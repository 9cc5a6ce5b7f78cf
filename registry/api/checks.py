"""Validation: recompute every barrier from its raw data, and accept a finding with a reason."""

from __future__ import annotations

import math
from collections.abc import Sequence
from typing import TYPE_CHECKING

from registry.api.registry import actor_name
from registry.errors import UnitError, UsageError
from registry.record.ids import as_id, as_ids
from registry.storage.database import Database

if TYPE_CHECKING:
    from registry.validation import CheckReport, Finding

SEVERITIES = ("error", "warning", "note")


def check(
    database: Database,
    ids: Sequence[int] | None = None,
    *,
    tolerance: str | float | None = None,
    actor: str | None = None,
) -> CheckReport:
    """Run every rule on the measurements ``ids`` (None: all) and store the findings.

    ``tolerance`` is the base tolerance of a recomputed ΔG‡ (a text with a unit such as
    ``'0.2 kcal/mol'``, or kJ/mol). A check with a tolerance other than the registry's is a
    view: its findings are returned and nothing stored changes (the stored findings, their
    acceptances and the statuses stay those of the registry's own settings). A check of the
    whole registry with its own settings is recorded in the history.
    """
    from registry.record.units import parse_value
    from registry.validation import CheckConfig, check_measurements

    config = CheckConfig()
    if tolerance is not None:
        if isinstance(tolerance, str):
            try:
                value = parse_value(tolerance, "energy", field="tolerance").value
            except UnitError as exc:  # a setting, not data: a usage error
                raise UsageError(str(exc)) from exc
        else:
            value = float(tolerance)
        if not (value > 0 and math.isfinite(value) and value < 1000):
            raise UsageError(f"tolerance {tolerance!r}: give a positive energy below 1000 kJ/mol")
        config = CheckConfig(dg_tolerance_kj_mol=value)
    own = config == CheckConfig()
    return check_measurements(
        database, (as_ids(ids) or None) if ids else None, actor=actor_name(actor), config=config, record_run=own,
        store=own,
    )  # fmt: skip


def accept_finding(
    database: Database, finding_id: int, reason: str, *, actor: str | None = None
) -> Finding:
    """Accept one finding with a reason; it stays accepted while its inputs are unchanged."""
    from registry.validation import accept_finding as accept

    return accept(database, as_id(finding_id, "finding"), reason, actor=actor_name(actor))
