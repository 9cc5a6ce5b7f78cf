"""Structure search over the registry: which barriers were measured on compounds with a motif.

Map of the package (data flows top to bottom):

- :mod:`.motifs` — the built-in motif library (names of our own, SMARTS, tested examples) and
  user motifs from the ``motif`` table or a TOML file.
- :mod:`.patterns` — SMARTS / SMILES / motif → RDKit query molecules and their pattern
  fingerprints; parse errors with their position.
- :mod:`.filters` — barrier/temperature ranges in any unit, solvent classes, vocabulary filters
  → SQL conditions (also used by ``list``).
- :mod:`.cachefile` — the one cache-file format (mapped numpy arrays) and its exact validity:
  the registry state (change counters kept by triggers, table sizes) each file was built for.
- :mod:`.index` — the screening index (fingerprints, element bits, RDKit forms of every
  compound) in ``<db>.fpindex``; :mod:`.elements` — the element screen.
- :mod:`.matching` — screens and RDKit confirmation: which compounds match.
- :mod:`.similarity` — Morgan fingerprints (``<db>.simindex``) and Tanimoto ranking.
- :mod:`.listing` — every measurement's sort keys and CSV line in ``<db>.listing`` (SQLite).
- :mod:`.result` — :class:`FindResult`, sorting, CSV lines.
- :mod:`.engine` — :func:`find`: filters, matching, rows — on one read snapshot.

The library surface is :mod:`registry.api.search`. RDKit is imported lazily inside these
modules, so importing the package stays cheap.
"""

from __future__ import annotations

from registry.search.engine import brute_force, find, motif_matches
from registry.search.filters import Filters, make_filters, parse_range
from registry.search.motifs import (
    Motif,
    add_motif,
    get_motif,
    list_motifs,
    load_motif_file,
    remove_motif,
)
from registry.search.patterns import PatternError, Query, build_query
from registry.search.result import FindResult

__all__ = [
    "Filters",
    "FindResult",
    "Motif",
    "PatternError",
    "Query",
    "add_motif",
    "brute_force",
    "build_query",
    "find",
    "get_motif",
    "list_motifs",
    "load_motif_file",
    "make_filters",
    "motif_matches",
    "parse_range",
    "remove_motif",
]
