def load_motif_file(path: str | Path) -> list[Motif]:
    """Read ``[[motif]]`` tables from a TOML file; every SMARTS is checked before use."""
    from registry.search.patterns import compile_smarts

    where = str(path)
    try:
        data = tomllib.loads(Path(path).read_text(encoding="utf-8"))
    except FileNotFoundError as exc:
        raise FileFormatError(where, "no such file") from exc
    except (tomllib.TOMLDecodeError, UnicodeDecodeError) as exc:
        raise FileFormatError(where, f"not a valid TOML file: {exc}") from exc
    tables = data.get("motif")
    if not isinstance(tables, list) or not tables:
        raise FileFormatError(where, "no [[motif]] tables found")
    out: list[Motif] = []
    seen: set[str] = set()
    for number, table in enumerate(tables, start=1):
        if not isinstance(table, dict) or "name" not in table or "smarts" not in table:
            raise FileFormatError(where, f"motif #{number} needs 'name' and 'smarts'")
        name = check_name(str(table["name"]))
        if name in seen:
            raise FileFormatError(where, f"motif {name!r} appears twice")
        seen.add(name)
        smarts = _as_tuple(table["smarts"], where, "smarts")
        stereo = _as_tuple(table.get("stereo_smarts"), where, "stereo_smarts")
        for text in (*smarts, *stereo):
            compile_smarts(text, field=f"{where}: motif {name!r}")
        out.append(
            Motif(
                name,
                smarts,
                str(table.get("description", "")),
                str(table.get("process", "")),
                stereo,
                source=where,
            )
        )
    return out


def _split(stored: str) -> tuple[str, ...]:
    """The motif table keeps alternatives one per line."""
    return tuple(line.strip() for line in stored.splitlines() if line.strip())


def registry_motifs(database: Database) -> list[Motif]:
    """User motifs kept in the registry's ``motif`` table."""
    with database.read() as conn:
        rows = conn.rows("SELECT name, smarts, description, created_by FROM motif ORDER BY name")
    return [
        Motif(name, _split(smarts), description or "", source="registry", created_by=who)
        for name, smarts, description, who in rows
    ]


def list_motifs(database: Database | None = None, files: list[str] | None = None) -> list[Motif]:
    """Built-in motifs, then the registry's, then those of the given TOML files."""
    out = list(BUILTIN)
    if database is not None:
        out += registry_motifs(database)
    for path in files or []:
        out += load_motif_file(path)
    return out


def get_motif(name: str, database: Database | None = None, files: list[str] | None = None) -> Motif:
    """The motif of that name; an unknown name lists the known ones."""
    wanted = (name or "").strip().lower()
    motifs = list_motifs(database, files)
    for motif in reversed(motifs):  # a file given on the command line wins over the table
        if motif.name == wanted:
            return motif
    known = ", ".join(m.name for m in motifs)
    raise NotFoundError(f"no motif named {name!r}; known motifs: {known}")


def add_motif(
    database: Database,
    name: str,
    smarts: str | list[str] | tuple[str, ...],
    *,
    description: str = "",
    actor: str | None = None,
) -> Motif:
    """Store a user motif (SMARTS checked first) and record it in the history."""
    from registry.search.patterns import compile_smarts
    from registry.storage import audit
    from registry.storage.database import current_user

    clean = check_name(name)
    alternatives = (smarts,) if isinstance(smarts, str) else tuple(smarts)
    alternatives = tuple(s.strip() for s in alternatives if s and s.strip())
    if not alternatives:
        raise UsageError(f"motif {clean!r}: give a SMARTS")
    for text in alternatives:
        compile_smarts(text, field=f"motif {clean!r}")
    who = actor or current_user()

    def work(conn: Connection) -> int:
        if conn.scalar("SELECT id FROM motif WHERE name = :name", {"name": clean}) is not None:
            raise UsageError(f"a motif named {clean!r} exists already; remove it first")
        row = {
            "name": clean,
            "smarts": "\n".join(alternatives),
            "description": description or "",
            "created_by": who,
            "created_at": datetime.now(UTC),
        }
        motif_id = int(conn.insert("motif", row, returning="id"))
        audit.record(
            conn,
            entity="motif",
            entity_id=motif_id,
            action="add",
            actor=who,
            before=None,
            after={k: row[k] for k in ("name", "smarts", "description")},
        )
        return motif_id

    database.write(work)
    return Motif(clean, alternatives, description or "", source="registry", created_by=who)


def remove_motif(
    database: Database, name: str, *, actor: str | None = None, reason: str | None = None
) -> Motif:
    """Delete a user motif (built-in ones cannot be removed); the history keeps what it was."""
    from registry.storage import audit
    from registry.storage.database import current_user

    wanted = (name or "").strip().lower()
    if wanted in builtin_motifs():
        raise UsageError(f"{wanted!r} is a built-in motif and cannot be removed")
    who = actor or current_user()

    def work(conn: Connection) -> Motif:
        row = conn.first(
            "SELECT id, smarts, description FROM motif WHERE name = :name", {"name": wanted}
        )
        if row is None:
            raise NotFoundError(f"no user motif named {name!r} in this registry")
        motif_id, smarts, description = row
        conn.execute("DELETE FROM motif WHERE id = :id", {"id": motif_id})
        audit.record(
            conn,
            entity="motif",
            entity_id=motif_id,
            action="remove",
            actor=who,
            before={"name": wanted, "smarts": smarts, "description": description},
            after=None,
            reason=reason,
        )
        return Motif(wanted, _split(smarts), description or "", source="registry")

    return database.write(work)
══════
List every line above that contains the word "package".

ANSWER BELOW
Map of the package (data flows top to bottom):
modules, so importing the package stays cheap.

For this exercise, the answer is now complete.